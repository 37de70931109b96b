"""The terminal summary of one vessel's result: a view, in the units the user wrote.

Pressures and temperatures are shown in the units of the case (a pressure entered in psig stays in
psig); absolute SI values appear only in the JSON. Lines are wrapped at the terminal's width with
their continuation lines indented; text from the case is shown through
:func:`screening.outputs.text.visible`, so control characters, ANSI escapes and bidirectional
overrides in an id or a name are printed as visible escapes.
"""

from __future__ import annotations

import re
import shutil
import textwrap

from screening.cautions import TOLERANCES_TAKEN_OFF, ceiling_name
from screening.outputs.actions import action_line
from screening.outputs.text import (
    fmt_pressure,
    fmt_temperature,
    percent_pair,
    phase_words,
    pressure_unit,
    reasons_shown,
    shorten,
    visible,
)
from screening.result import Result, ScenarioSummary
from screening.units import format_percent, format_quantity, pressure_in

_VERDICT_WORDS = {
    "within": "WITHIN RATING",
    "low-margin": "LOW MARGIN",
    "over": "OVER RATING",
    "out-of-scope": "CANNOT BE SCREENED",
}

_SEVERITY = {"out-of-scope": 0, "over": 1, "low-margin": 2, "within": 3}


def verdict_words(verdict: str) -> str:
    return _VERDICT_WORDS[verdict]


def terminal_width() -> int:
    """Columns to wrap at: the terminal's width (COLUMNS or the terminal itself), 92 when not a terminal,
    kept between 50 and 140."""
    return max(50, min(140, shutil.get_terminal_size((92, 24)).columns))


_GLUE_RE = re.compile(r"(?<=[0-9]) (?=[%°A-Za-z\u00b5])")


class _Writer:
    def __init__(self, width: int) -> None:
        self.width = width
        self.lines: list[str] = []

    def blank(self) -> None:
        self.lines.append("")

    def add(self, text: str, indent: str = "", hang: str | None = None) -> None:
        """`text` wrapped at the width; continuation lines indented by `hang` (default: two more than `indent`)."""
        hang = indent + "  " if hang is None else hang
        # a number stays on the line of its unit: the space between them is held by a placeholder
        glued = _GLUE_RE.sub("\x07", text)
        wrapped = textwrap.wrap(glued, width=self.width, initial_indent=indent, subsequent_indent=hang,
                                break_on_hyphens=False, break_long_words=True) or [indent.rstrip()]
        self.lines.extend(line.replace("\x07", " ") for line in wrapped)


def _difference(result: Result, dp_pa: float) -> tuple[float, str]:
    """A pressure difference [Pa] in the user's pressure scale ('psi' for psig, 'bar' for bar(g))."""
    unit = pressure_unit(result)
    atm = result.site.atmospheric_pressure_pa
    value = pressure_in(atm + dp_pa, unit, atm) - pressure_in(atm, unit, atm)
    base = unit[:-3] if unit.endswith(("(g)", "(a)")) else unit[:-1] if unit[-1:] in "ga" and unit != "atm" else unit
    return value, base


def scenarios_worst_first(result: Result) -> list[ScenarioSummary]:
    """The scenarios, the most severe verdict first and among equals the smallest margin."""
    def key(sc):
        m = sc.margin_fraction
        return (_SEVERITY.get(sc.verdict, 0), m if m is not None else float("-inf"))
    return sorted(result.scenarios, key=key)


def format_summary(result: Result, width: int | None = None) -> str:
    """A short human summary of a result, wrapped at `width` columns (default: the terminal's)."""
    w = _Writer(width or terminal_width())
    P = lambda p: fmt_pressure(result, p)  # noqa: E731
    T = lambda t: fmt_temperature(result, t)  # noqa: E731
    du = result.display_units
    head = f"Screening of {visible(result.id)}"
    if result.description:
        head += f" \u2014 {visible(result.description)}"
    w.add(head, "", "  ")
    w.blank()
    w.add(f"Verdict: {verdict_words(result.verdict)} ({result.verdict})", "  ")
    for r in reasons_shown(result):
        w.add("- " + r, "    ", "      ")
    action = action_line(result)
    if action:
        w.add("\u2192 " + action, "    ", "      ")
    w.blank()
    w.add("Inputs (as entered)")
    key_width = min(28, max([len(str(i.key)) for i in result.inputs] + [3]))
    for item in result.inputs:
        w.add(f"{shorten(visible(item.key), key_width):<{key_width}}  {visible(item.entered)}", "  ",
              "  " + " " * (key_width + 2))
    w.add(f"{'gas':<{key_width}}  {visible(result.gas.name)}", "  ", "  " + " " * (key_width + 2))
    fill = result.fill
    w.blank()
    w.add("Fill")
    if fill.pressure_pa is not None:
        w.add(f"pressure {P(fill.pressure_pa)} at {T(fill.temperature_k)}", "  ")
    w.add(f"phase {phase_words(result, fill.phase) if fill.phase else 'not established'}; density "
          f"{format_quantity(fill.density_kg_m3, 'kg/m3', 1)}; "
          f"filling ratio {format_quantity(fill.density_kg_m3, 'kg/L', 3)}; "
          f"mass {format_quantity(fill.mass_kg, du['mass'], 2)}", "  ")
    w.blank()
    w.add(f"Peak at {T(result.worst_case_temperature_k)} ({result.worst_case_basis})")
    for name, m in result.models.items():
        val = P(m.peak_pressure_pa) if m.applicable else "not applicable"
        mark = "  \u2190 governs" if name == result.governing_model else ""
        w.add(f"{name:<12} {val}{mark}", "  ")
        if not m.applicable:
            w.add(visible(m.note), " " * 15, " " * 15)
    tol = result.tolerance
    if tol and tol.bounding_peak_pressure_pa is not None:
        sens = tol.sensitivities
        bands = ", ".join(f"{k.replace('_', ' ')} \u00b1{visible(v)}" for k, v in tol.entered.items())
        w.add(f"{'bounding':<12} {P(tol.bounding_peak_pressure_pa)} with the input tolerances ({bands}); "
              "the verdict uses it", "  ", " " * 15)
        dpdt, dunit = _difference(result, sens.dp_peak_dt_gas)
        parts = [f"dP/dT {dpdt:.2f} {dunit}/K"]
        if sens.dp_peak_dp_fill is not None:
            parts.append(f"dP/dP_fill {sens.dp_peak_dp_fill:.3f}")
            parts.append(f"dP/dT_fill {_difference(result, sens.dp_peak_dt_fill)[0]:.2f} {dunit}/K")
        w.add("sensitivities: " + ", ".join(parts), " " * 15, " " * 17)
    w.add(f"{'rated':<12} {P(result.rated_pressure_pa)}"
          + (f" ({visible(result.vessel.rated_pressure_kind)})" if result.vessel.rated_pressure_kind
             else ""), "  ")
    if result.relief_set_pressure_pa is not None:
        w.add(f"{'relief set':<12} {P(result.relief_set_pressure_pa)}", "  ")
    margin, required = percent_pair(result.margin_fraction, result.required_margin_fraction)
    w.add(f"{'margin':<12} {margin} (required {required}"
          + (", tool default" if result.required_margin_is_default else "") + ")", "  ")
    if result.exposure:
        b = result.exposure
        w.add(f"sun: absorbed {b.absorbed_w_m2:.0f} W/m2 = convected {b.convected_w_m2:.0f} + radiated "
              f"{b.radiated_w_m2:.0f}; wall {T(b.wall_temperature_k)} at ambient {T(b.ambient_k)}"
              + (" (dimensions estimated)" if b.dimensions_estimated else ""), "  ", " " * 7)
    if len(result.scenarios) > 1:
        w.blank()
        w.add("Scenarios, worst first (* governs)")
        name_width = min(28, max(len(visible(sc.name)) for sc in result.scenarios))
        for sc in scenarios_worst_first(result):
            mark = "*" if sc.governing else " "
            w.add(f"{mark} {shorten(visible(sc.name), name_width):<{name_width}}  "
                  f"{T(sc.worst_case_temperature_k):>9}  peak {P(sc.peak_pressure_pa):>14}  "
                  f"margin {format_percent(sc.margin_fraction):>7}  {sc.verdict}", "  ",
                  " " * (name_width + 6))
    lim = result.limits
    w.blank()
    w.add("Limits")
    w.add(f"highest gas temperature before {ceiling_name(result.relief_set_pressure_pa, result.rated_pressure_pa)}: "
          f"{T(lim.max_gas_temperature_k)}", "  ")
    if fill.given == "pressure":
        w.add(f"highest fill pressure at {T(fill.temperature_k)} for the required margin: "
              f"{P(lim.max_fill_pressure_pa)}", "  ")
    if lim.max_fill_mass_kg is not None:
        w.add(f"highest fill mass: {format_quantity(lim.max_fill_mass_kg, du['mass'], 2)} "
              f"({format_quantity(lim.max_filling_ratio_kg_per_l * 1000.0, 'kg/L', 3)}; limited by "
              f"{lim.max_fill_mass_basis})", "  ")
    t_full = lim.liquid_full_temperature_k
    if t_full is not None and t_full >= fill.temperature_k:
        w.add(f"liquid-full temperature: {T(t_full)}", "  ")
    if result.tolerance is not None:
        w.add(f"In these limits {TOLERANCES_TAKEN_OFF}.", "  ", "  ")
    if result.warnings:
        w.blank()
        w.add("Warnings")
        for item in result.warnings:
            w.add(f"- {visible(item.message)}", "  ", "    ")
    w.blank()
    w.add("CAUTION: " + result.cautions.caution, "", "  ")
    return "\n".join(w.lines)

**Problem statement:** Beginning with the line containing "def blank(self) ->" in the material above, copy every line exactly until you have copied the line containing "return sorted(result.scenarios, key=key)".

**Answer section:**
    def blank(self) -> None:
        self.lines.append("")

    def add(self, text: str, indent: str = "", hang: str | None = None) -> None:
        """`text` wrapped at the width; continuation lines indented by `hang` (default: two more than `indent`)."""
        hang = indent + "  " if hang is None else hang
        # a number stays on the line of its unit: the space between them is held by a placeholder
        glued = _GLUE_RE.sub("\x07", text)
        wrapped = textwrap.wrap(glued, width=self.width, initial_indent=indent, subsequent_indent=hang,
                                break_on_hyphens=False, break_long_words=True) or [indent.rstrip()]
        self.lines.extend(line.replace("\x07", " ") for line in wrapped)


def _difference(result: Result, dp_pa: float) -> tuple[float, str]:
    """A pressure difference [Pa] in the user's pressure scale ('psi' for psig, 'bar' for bar(g))."""
    unit = pressure_unit(result)
    atm = result.site.atmospheric_pressure_pa
    value = pressure_in(atm + dp_pa, unit, atm) - pressure_in(atm, unit, atm)
    base = unit[:-3] if unit.endswith(("(g)", "(a)")) else unit[:-1] if unit[-1:] in "ga" and unit != "atm" else unit
    return value, base


def scenarios_worst_first(result: Result) -> list[ScenarioSummary]:
    """The scenarios, the most severe verdict first and among equals the smallest margin."""
    def key(sc):
        m = sc.margin_fraction
        return (_SEVERITY.get(sc.verdict, 0), m if m is not None else float("-inf"))
    return sorted(result.scenarios, key=key)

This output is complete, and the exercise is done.